CS 509 Test 6

CS 509, Advanced Programming II

Fall 2002 - Test 6

Class A has pointers as instance variables, and so obeys the Rule of Three. Suppose class B itself contains no pointer instance variables, but does contain instances variables of type class A. Does class B have to obey the Rule of Three? Explain.
Class B does not have to follow the Rule of Three. The compiler will generate code to call the assignment, copy constructor, and destructor for the instances of A from within the generated assignment, copy constructor, and destructor created for B.
Many people confused inheritance with inclusion, arguing that B was a child of, and inherited from, A. This is wrong, but close to the truth, although inheritance has nothing to do with it.
Can you make a class's copy constructor explicit? If so, explain what other changes you would have to make to the code using the class if you made its copy constructor explicit. If you can't make the copy constructor explicit, explain why not.
Because the copy constructor is a single-parameter constructor, it is a cast constructor and can be declared explicit.

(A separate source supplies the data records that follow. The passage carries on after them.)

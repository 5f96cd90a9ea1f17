package org.baywright.design;

import java.util.List;
import org.baywright.catalog.Section;
import org.baywright.design.aisc360.CompositeFlexureI3;

/**
 * The design (or check) of one composite member (beam or girder): the section, the studs, the composite properties, every
 * check, and what the search rejected. SI: m, N, N·m, m⁴.
 *
 * @param status sized, fixed size (checked and passes) or overstressed
 * @param section the chosen or checked section (when overstressed, the best candidate; null if none)
 * @param studsPerHalf studs between each support and midspan, spaced uniformly over the half span
 * @param studs studs on the beam, 2 × {@code studsPerHalf}
 * @param qn strength of one stud Q_n (I8-1)
 * @param sumQn ΣQ_n of the composite flexure: Q_n × the studs between the nearer support and the point of
 *     maximum moment (studsPerHalf × Q_n when that point is at midspan)
 * @param beff effective width b (I3.1a)
 * @param beffLeft effective width on the left
 * @param beffRight effective width on the right
 * @param slabWeight slab weight per area used [Pa]
 * @param flexure the plastic stress distribution (C, a, d1, PNA, M_n, degree of composite action)
 * @param ilb lower-bound moment of inertia I_LB
 * @param itr full transformed moment of inertia I_tr
 * @param preDeflection deflection of the bare steel under the wet loads and its own weight (0 when shored)
 * @param camber camber specified (0 for none)
 * @param constructionRatio the construction stage's governing ratio (0 when shored)
 * @param checks every check: composite flexure, studs at point loads (with point loads, I8.2c), construction
 *     flexure and shear, shear, live- and total-load deflection
 * @param rejected lighter sections rejected, lightest first, each with the check that failed
 * @param alternatives every section that passed in the search with its least studs, by cost
 * @param costWeight steel weight of the beam plus studs × the equivalent stud weight [N]
 * @param evaluations (section, stud count) evaluations the search made
 */
public record CompositeDesign(MemberStatus status, Section section, int studsPerHalf, int studs, double qn, double sumQn,
        double beff, double beffLeft, double beffRight, double slabWeight, CompositeFlexureI3.Result flexure, double ilb,
        double itr, double preDeflection, double camber, double constructionRatio, List<Check> checks,
        List<Rejection> rejected, List<Alternative> alternatives, double costWeight, long evaluations) {

    public CompositeDesign {
        checks = List.copyOf(checks);
        rejected = List.copyOf(rejected);
        alternatives = List.copyOf(alternatives);
    }

    /** A section that passes with its least stud count, and its cost-equivalent weight [N]. */
    public record Alternative(Section section, int studs, double costWeight) {
    }

    /** The governing (highest-ratio) check. */
    public Check governing() {
        return Check.governing(checks);
    }

    /** The check of that name, or null. */
    public Check check(String name) {
        for (Check c : checks) {
            if (c.name().equals(name)) {
                return c;
            }
        }
        return null;
    }
}
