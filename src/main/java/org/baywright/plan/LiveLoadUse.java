package org.baywright.plan;

/**
 * What an area load's live load is, for live-load reduction (ASCE 7-16 §4.7.2–4.7.5): the occupancy of
 * ASCE 7-16 Table 4.3-1 it stands for, in the trade's words.
 */
public enum LiveLoadUse {
    /** Ordinary reducible floor live load (offices, corridors, residential…): §4.7.2; above 100 psf, §4.7.3. */
    ORDINARY("Offices, residential, corridors", "ASCE 7-16 §4.7.2", 0),
    /** Places of public assembly: not reduced when L0 ≤ 100 psf (§4.7.5). */
    ASSEMBLY("Assembly: lobbies, theatres, stadiums", "ASCE 7-16 §4.7.5", 0),
    /** Passenger-vehicle garage: not reduced, except 20 % for members supporting two or more floors (§4.7.4). */
    GARAGE("Passenger-vehicle garage", "ASCE 7-16 §4.7.4", 40 * PSF()),
    /**
     * Light storage warehouse, Table 4.3-1 125 psf: a heavy live load, not reduced except by up to 20 % for
     * members supporting two or more floors (§4.7.3), whatever the value typed.
     */
    STORAGE_LIGHT("Storage warehouse, light", "ASCE 7-16 §4.7.3", 125 * PSF()),
    /** Heavy storage warehouse, Table 4.3-1 250 psf: §4.7.3 as for light storage. */
    STORAGE_HEAVY("Storage warehouse, heavy", "ASCE 7-16 §4.7.3", 250 * PSF()),
    /** Loads the engineer excludes from reduction for any other reason. */
    NOT_REDUCIBLE("Not reduced (engineer's choice)", "", 0);

    private final String words;
    private final String clause;
    private final double tableMinimum;

    LiveLoadUse(String words, String clause, double tableMinimum) {
        this.words = words;
        this.clause = clause;
        this.tableMinimum = tableMinimum;
    }

    /** 1 psf in Pa (the plan package knows no units; 1 lbf/ft² = 4.4482216152605 N / 0.09290304 m²). */
    private static double PSF() {
        return 4.4482216152605 / 0.09290304;
    }

    /** The occupancy in the trade's words, e.g. "Storage warehouse, light". */
    public String words() {
        return words;
    }

    /** The clause that governs its reduction, e.g. "ASCE 7-16 §4.7.3" (empty for the engineer's choice). */
    public String clause() {
        return clause;
    }

    /** The list entry: the words and the clause, e.g. "Storage warehouse, light (ASCE 7-16 §4.7.3)". */
    public String label() {
        return clause.isEmpty() ? words : words + " (" + clause + ")";
    }

    /**
     * The uniform live load ASCE 7-16 Table 4.3-1 gives for this occupancy, Pa; 0 where the table has several
     * rows for it (offices 50 psf, corridors 80 psf…; assembly 60–100 psf) and the engineer picks the row.
     */
    public double tableMinimum() {
        return tableMinimum;
    }

    /** True for the storage uses, whose live load is a heavy live load whatever its value (§4.7.3). */
    public boolean storage() {
        return this == STORAGE_LIGHT || this == STORAGE_HEAVY;
    }
}
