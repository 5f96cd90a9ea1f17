package org.baywright.plan;

import java.util.Optional;

/**
 * A column line: a stack of column tiers at one plan position, from the foundation to {@code topLevel}.
 *
 * @param id e.g. "C-B2"
 * @param at plan position (usually a grid intersection)
 * @param grid the grid intersection label, e.g. "B-2" (may be empty)
 * @param topLevel name of the highest level the column reaches (empty = the top of the building)
 * @param fixedSection a size the user chose for every tier (checked, not searched), if any
 */
public record Column(String id, Point at, String grid, String topLevel, Optional<String> fixedSection) {
}
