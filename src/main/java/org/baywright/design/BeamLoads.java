package org.baywright.design;

import java.util.Collections;
import java.util.EnumMap;
import java.util.List;
import java.util.Map;
import org.baywright.analysis.SimpleSpan;
import org.baywright.analysis.SpanLoad;
import org.baywright.load.LoadCase;

/**
 * The service loads on a simple-span member, by load case, without the member's own weight (the
 * designer adds that per candidate). All loads act downward.
 */
public final class BeamLoads {
    private final double span;
    private final Map<LoadCase, SimpleSpan> cases;

    private BeamLoads(double span, Map<LoadCase, SimpleSpan> cases) {
        this.span = span;
        this.cases = cases;
    }

    /** Loads per case on a span of {@code span} metres; missing cases carry nothing. */
    public static BeamLoads of(double span, Map<LoadCase, ? extends List<? extends SpanLoad>> loads) {
        if (!(span > 0) || !Double.isFinite(span)) {
            throw new IllegalArgumentException("span must be a positive length, got " + span);
        }
        EnumMap<LoadCase, SimpleSpan> m = new EnumMap<>(LoadCase.class);
        for (LoadCase c : LoadCase.values()) {
            List<? extends SpanLoad> l = loads.get(c);
            SimpleSpan s = SimpleSpan.of(span, l == null ? List.of() : l);
            for (SpanLoad x : s.loads()) {
                if (x.total() < 0) {
                    throw new IllegalArgumentException(c.label() + " load " + x + " acts upward; gravity loads act downward");
                }
            }
            m.put(c, s);
        }
        return new BeamLoads(span, Collections.unmodifiableMap(m));
    }

    public double span() {
        return span;
    }

    /** The statics of one case (an empty span when the case has no load). */
    public SimpleSpan of(LoadCase c) {
        return cases.get(c);
    }

    /** Cases with any load on them. */
    public java.util.Set<LoadCase> present() {
        java.util.EnumSet<LoadCase> s = java.util.EnumSet.noneOf(LoadCase.class);
        for (Map.Entry<LoadCase, SimpleSpan> e : cases.entrySet()) {
            if (!e.getValue().loads().isEmpty() && e.getValue().totalLoad() != 0) {
                s.add(e.getKey());
            }
        }
        return s;
    }
}
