package org.baywright.plan;

import org.baywright.units.Units;

/**
 * The concrete slab on composite steel deck that a deck area carries, with its headed studs. SI:
 * m, Pa (area loads and strengths), N/m³, N.
 *
 * <p>The slab's own weight is worked out from this geometry by the design code (topping, filled ribs and
 * deck); {@code weightOverride} replaces it when the user gives a value (NaN otherwise).
 *
 * @param ribHeight deck rib height h_r (0 for a solid slab on forms)
 * @param ribWidth average width of a concrete rib w_r
 * @param ribPitch rib pitch, centre to centre
 * @param deckWeight the deck's own weight per area
 * @param topping concrete above the top of the deck t_c
 * @param density concrete unit weight w_c
 * @param fc specified concrete compressive strength f′c
 * @param studDiameter headed stud shank diameter d_sa
 * @param studFu stud tensile strength F_u
 * @param studsPerRib studs per rib where the ribs cross a member, per row where they run along it
 * @param studPosition weak or strong position in a rib (I8.2a)
 * @param weightOverride the slab weight per area the user gives instead of the computed one; NaN for none
 */
public record Slab(double ribHeight, double ribWidth, double ribPitch, double deckWeight, double topping, double density,
        double fc, double studDiameter, double studFu, int studsPerRib, StudPlacement studPosition, double weightOverride) {

    public Slab {
        if (studPosition == null) {
            throw new IllegalArgumentException("slab: the stud position is required (weak or strong)");
        }
    }

    /**
     * The slab new plans start with: 3 in deck (6 in average rib width at 12 in pitch, 2.5 psf), 4½ in of
     * normal-weight concrete (145 pcf, f′c 4 ksi) above it, ¾ in studs (F_u 65 ksi) one per rib in the weak
     * position. Common practice for an office floor (CHECK-VALUES §10: about 75 psf).
     */
    public static Slab typical() {
        return new Slab(Units.IN.toSi(3), Units.IN.toSi(6), Units.IN.toSi(12), Units.PSF.toSi(2.5), Units.IN.toSi(4.5),
                Units.PCF.toSi(145), Units.KSI.toSi(4), Units.IN.toSi(0.75), Units.KSI.toSi(65), 1, StudPlacement.WEAK, Double.NaN);
    }

    /** True when the user gave the slab weight. */
    public boolean weightGiven() {
        return !Double.isNaN(weightOverride);
    }

    /** Total slab thickness h_r + t_c, m. */
    public double thickness() {
        return ribHeight + topping;
    }

    /** This slab with another topping, m. */
    public Slab withTopping(double t) {
        return new Slab(ribHeight, ribWidth, ribPitch, deckWeight, t, density, fc, studDiameter, studFu, studsPerRib, studPosition,
                weightOverride);
    }

    /** This slab with another concrete unit weight, N/m³. */
    public Slab withDensity(double d) {
        return new Slab(ribHeight, ribWidth, ribPitch, deckWeight, topping, d, fc, studDiameter, studFu, studsPerRib, studPosition,
                weightOverride);
    }

    /** This slab with the weight given (NaN: computed from the geometry), Pa. */
    public Slab withWeightOverride(double w) {
        return new Slab(ribHeight, ribWidth, ribPitch, deckWeight, topping, density, fc, studDiameter, studFu, studsPerRib, studPosition,
                w);
    }
}
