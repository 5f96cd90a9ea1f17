package org.baywright.plan;

import java.util.List;
import java.util.Optional;

/**
 * A floor layout: its slab edge, decks, framing, openings and loads. Levels refer to layouts by id, so
 * a typical floor is drawn once and repeats.
 *
 * @param slabEdge the slab outline (may overhang the grid or be notched)
 * @param roof true for a roof: its ordinary roof live load reduces by ASCE 7-16 §4.8.2; occupancy loads on it
 *     (floor live, or roof live with a use other than ordinary) are floor live load reduced by §4.7 (§4.8.3)
 * @param composite how its members work with the slab its decks carry (files without it: non-composite)
 */
public record Floor(String id, String name, boolean roof, Polygon slabEdge, List<Deck> decks, List<Member> members,
        List<Infill> infills, List<Opening> openings, List<AreaLoad> areaLoads, List<LineLoad> lineLoads,
        List<PointLoadItem> pointLoads, CompositeFloor composite) {
    public Floor {
        composite = composite == null ? CompositeFloor.NONE : composite;
        decks = List.copyOf(decks);
        members = List.copyOf(members);
        infills = List.copyOf(infills);
        openings = List.copyOf(openings);
        areaLoads = List.copyOf(areaLoads);
        lineLoads = List.copyOf(lineLoads);
        pointLoads = List.copyOf(pointLoads);
    }

    /** A non-composite floor layout (bare steel). */
    public Floor(String id, String name, boolean roof, Polygon slabEdge, List<Deck> decks, List<Member> members,
            List<Infill> infills, List<Opening> openings, List<AreaLoad> areaLoads, List<LineLoad> lineLoads,
            List<PointLoadItem> pointLoads) {
        this(id, name, roof, slabEdge, decks, members, infills, openings, areaLoads, lineLoads, pointLoads, CompositeFloor.NONE);
    }

    /** This layout working with its slab as {@code c} says. */
    public Floor withComposite(CompositeFloor c) {
        return new Floor(id, name, roof, slabEdge, decks, members, infills, openings, areaLoads, lineLoads, pointLoads, c);
    }

    /** This layout with other decks. */
    public Floor withDecks(List<Deck> d) {
        return new Floor(id, name, roof, slabEdge, d, members, infills, openings, areaLoads, lineLoads, pointLoads, composite);
    }

    /** True when any of its decks describes a slab. */
    public boolean hasSlab() {
        return decks.stream().anyMatch(d -> d.slab() != null);
    }

    public Optional<Member> member(String memberId) {
        return members.stream().filter(m -> m.id().equals(memberId)).findFirst();
    }
}
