package org.baywright.plan;

/**
 * A concentrated load at a point of the plan (equipment, a hanger), delivered to the member it lies on
 * or through the deck.
 *
 * @param values per case, N
 */
public record PointLoadItem(String id, Point at, LoadValues values) {
}
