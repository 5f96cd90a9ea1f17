package org.baywright.plan;

/**
 * A load per floor area over a polygon of the slab.
 *
 * @param id e.g. "AL-office"
 * @param outline where it acts
 * @param values per case, Pa
 * @param use how live-load reduction treats it (ASCE 7-16 §4.7)
 */
public record AreaLoad(String id, Polygon outline, LoadValues values, LiveLoadUse use) {
}
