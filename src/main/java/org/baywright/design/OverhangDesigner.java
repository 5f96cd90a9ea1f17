package org.baywright.design;

import java.util.ArrayList;
import java.util.List;
import org.baywright.analysis.DistributedLoad;
import org.baywright.analysis.Extreme;
import org.baywright.analysis.OverhangSpan;
import org.baywright.analysis.PointLoad;
import org.baywright.analysis.SpanLoad;
import org.baywright.calc.Arg;
import org.baywright.calc.Calc;
import org.baywright.calc.CalcFormat;
import org.baywright.calc.Quantity;
import org.baywright.catalog.Catalog;
import org.baywright.catalog.Section;
import org.baywright.design.aisc360.Aisc360;
import org.baywright.design.aisc360.IShapeFlexure;
import org.baywright.design.aisc360.IShapeShear;
import org.baywright.design.aisc360.ResistanceFactors;
import org.baywright.load.Combinations;
import org.baywright.load.DesignMethod;
import org.baywright.load.LoadCase;
import org.baywright.load.LoadCombination;
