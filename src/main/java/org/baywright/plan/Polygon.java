package org.baywright.plan;

import java.util.List;

/**
 * A simple polygon on the plan given by its vertices in order (either orientation), not repeating the
 * first vertex at the end. Validity (no self-intersection, non-zero area) is checked by
 * {@code PlanValidator} and the geometry package, which report located problems.
 */
public record Polygon(List<Point> vertices) {
    public Polygon {
        vertices = List.copyOf(vertices);
    }

    /** An axis-aligned rectangle. */
    public static Polygon rectangle(double x0, double y0, double x1, double y1) {
        return new Polygon(List.of(new Point(x0, y0), new Point(x1, y0), new Point(x1, y1), new Point(x0, y1)));
    }

    /** Signed area by the shoelace formula, m² (positive when counter-clockwise). */
    /**
     * Whether the point (x, y) lies inside, by the even–odd rule (points on the boundary may fall either
     * way). The one point-in-polygon test of the program: the editor, the takedown and the drawing call it.
     */
    public boolean contains(double x, double y) {
        boolean in = false;
        for (int i = 0, j = vertices.size() - 1; i < vertices.size(); j = i++) {
            Point a = vertices.get(i);
            Point b = vertices.get(j);
            if ((a.y() > y) != (b.y() > y) && x < (b.x() - a.x()) * (y - a.y()) / (b.y() - a.y()) + a.x()) {
                in = !in;
            }
        }
        return in;
    }

    public double signedArea() {
        double a = 0;
        int n = vertices.size();
        for (int i = 0; i < n; i++) {
            Point p = vertices.get(i);
            Point q = vertices.get((i + 1) % n);
            a += p.x() * q.y() - q.x() * p.y();
        }
        return a / 2;
    }
}
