package org.baywright.design;

import java.util.List;
import java.util.Objects;
import org.baywright.analysis.DistributedLoad;
import org.baywright.analysis.PointLoad;
import org.baywright.analysis.SpanLoad;
import org.baywright.design.aisc360.DeckRibs;

/**
 * One simple-span composite member (a beam or a girder) under any simple-span loads: what
 * {@link CompositeBeamDesigner} needs to know of the floor around it and of the loads on it. SI: m, Pa,
 * N, N/m.
 *
 * <p>The loads come in three groups, each without the member's own weight (the designer adds the
 * candidate's weight to the wet load when the criteria say so):
 * <ul>
 * <li>{@code wet}: dead load placed before the concrete hardens (the slab, the deck, and the
 * self-weight of framing members delivered as point loads). Unshored it acts on the bare steel (and
 * stays there), shored on the composite section. In the composite-stage strength combinations it is
 * part of D.</li>
 * <li>{@code construction}: the construction live load on the bare steel (unshored only; L of the
 * construction stage).</li>
 * <li>{@code composite}: the loads on the composite section by load case: D = superimposed dead, L and
 * possibly Lr and S, with {@link BeamLoads#withDeflectionLoads} possibly giving the service loads of
 * the deflection checks (the live load unreduced). L, Lr and S count as live load for the live-load
 * deflection limit, as in {@link BeamDesigner}.</li>
 * </ul>
 *
 * @param span L, support to support
 * @param ribs how the deck ribs run relative to this member
 * @param toNeighbourLeft distance to the next member's centreline on the left (∞ when none)
 * @param toNeighbourRight as on the left
 * @param toEdgeLeft distance to the slab edge on the left (∞ when the slab runs on past the neighbour)
 * @param toEdgeRight as on the left
 * @param slab the slab
 * @param studs the studs
 * @param slabWeight the slab weight per area already decided (computed or the user's) [Pa]: for the
 *     sheet and the result only, the loads come from the lists
 * @param wet wet-concrete stage dead loads (see above)
 * @param construction construction live loads on the bare steel (see above)
 * @param composite loads on the composite section by case, a simple span of length {@code span}
 * @param constructionBracing bracing of the bare steel in the construction stage where the ribs do not
 *     brace it (ribs parallel, solid slab: typically at the framing points); null = the criteria's
 */
public record CompositeMember(double span, DeckRibs ribs, double toNeighbourLeft, double toNeighbourRight,
        double toEdgeLeft, double toEdgeRight, SlabOnDeck slab, Studs studs, double slabWeight,
        List<SpanLoad> wet, List<SpanLoad> construction, BeamLoads composite, Bracing constructionBracing) {

    public CompositeMember {
        Objects.requireNonNull(ribs, "ribs");
        Objects.requireNonNull(slab, "slab");
        Objects.requireNonNull(studs, "studs");
        Objects.requireNonNull(composite, "composite");
        wet = List.copyOf(wet);
        construction = List.copyOf(construction);
        if (!(span > 0) || !Double.isFinite(span)) {
            throw new IllegalArgumentException("composite member: the span must be positive, got " + span + " m");
        }
        if (!(slabWeight >= 0) || !Double.isFinite(slabWeight)) {
            throw new IllegalArgumentException("composite member: the slab weight must be ≥ 0, got " + slabWeight + " Pa");
        }
        if (composite.isOverhanging() || composite.span() != span) {
            throw new IllegalArgumentException("composite member: the composite-stage loads must be those of a simple span of "
                    + span + " m, got a span of " + composite.span() + " m" + (composite.isOverhanging() ? ", overhanging" : ""));
        }
        checkLoads("wet", wet, span);
        checkLoads("construction", construction, span);
        if (ribs != DeckRibs.NONE && slab.hr() == 0) {
            throw new IllegalArgumentException("composite member: ribs " + ribs + " need a deck (rib height > 0)");
        }
        if (ribs == DeckRibs.NONE && slab.hr() > 0) {
            throw new IllegalArgumentException("composite member: a slab on deck needs the ribs perpendicular or parallel");
        }
    }

    private static void checkLoads(String group, List<SpanLoad> loads, double span) {
        for (int i = 0; i < loads.size(); i++) {
            SpanLoad l = Objects.requireNonNull(loads.get(i), group + " loads[" + i + "]");
            boolean inside = l instanceof PointLoad p ? p.position() >= 0 && p.position() <= span
                    : l instanceof DistributedLoad d && d.start() >= 0 && d.end() <= span;
            if (!inside) {
                throw new IllegalArgumentException("composite member, " + group + " loads[" + i + "] " + l
                        + " lies outside the span: allowed range is [0, " + span + "] m");
            }
            boolean up = l instanceof DistributedLoad d ? d.wStart() < 0 || d.wEnd() < 0 : l.total() < 0;
            if (up) {
                throw new IllegalArgumentException("composite member, " + group + " load " + l
                        + " acts upward; gravity loads act downward");
            }
        }
    }
}
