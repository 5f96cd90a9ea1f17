package org.baywright.report.drawing;

import java.util.ArrayList;
import java.util.Comparator;
import java.util.EnumSet;
import java.util.List;
import java.util.Locale;
import java.util.Optional;
import java.util.Set;
import org.baywright.calc.Caution;
import org.baywright.design.MemberStatus;
import org.baywright.load.Combinations;
import org.baywright.load.DesignMethod;
import org.baywright.load.LoadCase;
import org.baywright.load.LoadCombination;
import org.baywright.plan.AreaLoad;
import org.baywright.plan.Column;
import org.baywright.plan.DesignSettings;
import org.baywright.plan.Floor;
import org.baywright.plan.GridLine;
import org.baywright.plan.Level;
import org.baywright.plan.LoadValues;
import org.baywright.plan.MemberKind;
import org.baywright.plan.Opening;
import org.baywright.plan.Plan;
import org.baywright.plan.Point;
import org.baywright.plan.Polygon;
import org.baywright.run.RunResult;
import org.baywright.takedown.ColumnResult;
import org.baywright.takedown.ColumnTier;
import org.baywright.takedown.Component;
import org.baywright.takedown.MemberResult;
import org.baywright.units.UnitSystem;
import org.baywright.units.Units;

If you made the copy constructor explicit, you would have to change your code by replacing all implicit calls to the copy constructor by explicit ones, as in changing
```
Box b1;
Box b2 = b1;
```
to
```
Box b1;
Box b2 = Box(b1);
```
You would also have to remove all class instances used as function parameters and return values because the compiler needs to make implicit copies of the instances to pass them into or out of functions, which it cannot do when the copy constructor is explicit.
The answers were split evenly between the yesses and the nos, but most people who correctly argued yes didn't understand the consiquence of making the copy constructor explicit.
Provide a worst-case run-time asymptotic estimate of the code
```
mult(n, y)

  z = 0

  while n > 1
    if odd(n)
      z = z + y
    n = n/2
    y = 2*y

  return y + z
```
in terms of the value stored in n. Carefully describe your analysis steps. For full credit your analysis should be tight with respect to the usual family of estimate curves; that is, for full credit, your analysis should give the curve from the usual family of curves that is as close to the actual run-time behavior as possible.
All basic statements can reasonably be assumed have constant running time, leading to
```
mult(n, y)

  O(1)

  while n > 1
    if odd(n)
      O(1)
    O(1)
    O(1)

  O(1)
```
An application of the sequence rule gives
```
mult(n, y)

  O(1)

  while n > 1
    if odd(n)
      O(1)
    O(1) + O(1) = O(1)

  O(1)
```
Testing if n is odd can be done either by (n % 2) == 1 or by (n & 1) == 1, both of which take constant time. The if rule (with a missing else) gives
```
mult(n, y)

  O(1)

  while n > 1
    O(1) + O(1) = O(1)
    O(1)

  O(1)
```
Another application of the sequence rule.
```
mult(n, y)

  O(1)

  while n > 1
    O(1) + O(1) = O(1)

  O(1)
```
The while guard executes in constant time, but the number of loops is not bounded by a constant. The loop iterates as long as n is larger than 1, and each iteration of the loop reduces n by half. This means the bounds on the loop iterations is given by j, where j is the smallest value such that n/2^j <= 1 (or n <= 2^j). Taking the log of each side give j = log n, and the loop iterations are bounded from above by log n. The while rule gives
```
mult(n, y)

  O(1)

  O(log n)*(O(1) + O(1)) = O(log n)

  O(1)
```
A final application of the sequence rule gives
```
mult(n, y)

  O(1) + O(log n) + O(1) = O(log n)
```
mult() runs in time O(log n), and because the usual curve family has no curves between log n and constant, this is a tight bound.
Many people came up with an O(n) bound, which was not tight. For some reason, some people derived an O(n²) bound by assigning the if statement an O(n), which is perhaps confusing the number of times the if is executed with the time it takes to execute the if once.
The example tangram puzzle given in the assignment is a square with sides of length i for some integer i (4 in the assignment). A colleague of yours, observing this, believes that the tangram solver should compute the area of the outline input and reject as impossible any outline not occupying i² square units. Any outline not rejected then has a solution, which the solver goes on to find.
Unfortunately, your colleague's reasoning is flawed. Give a test case that demonstrates the problem with your colleague's solver. Not only should you describe the input outline, but you should also describe the flaw in your colleague's reasoning and how your test case exploits the flaw.
The flaw crept in when your colleague failed to observe that the square puzzle required a tan (the large triangle) with a sides of length no smaller than i/root(2) (2*root(2) in the assignment). For any i greater than 1, the input
0 0 0 i² 1 i² 1 0
has the proper area but cannot possibly contain a large triangle tan.
Some people worked this argument in the other direction, arguing that an outline with too big an area couldn't be covered with the tiles. This is a less satisfactory answer because it ignores scaling, but the idea is going in the right direction.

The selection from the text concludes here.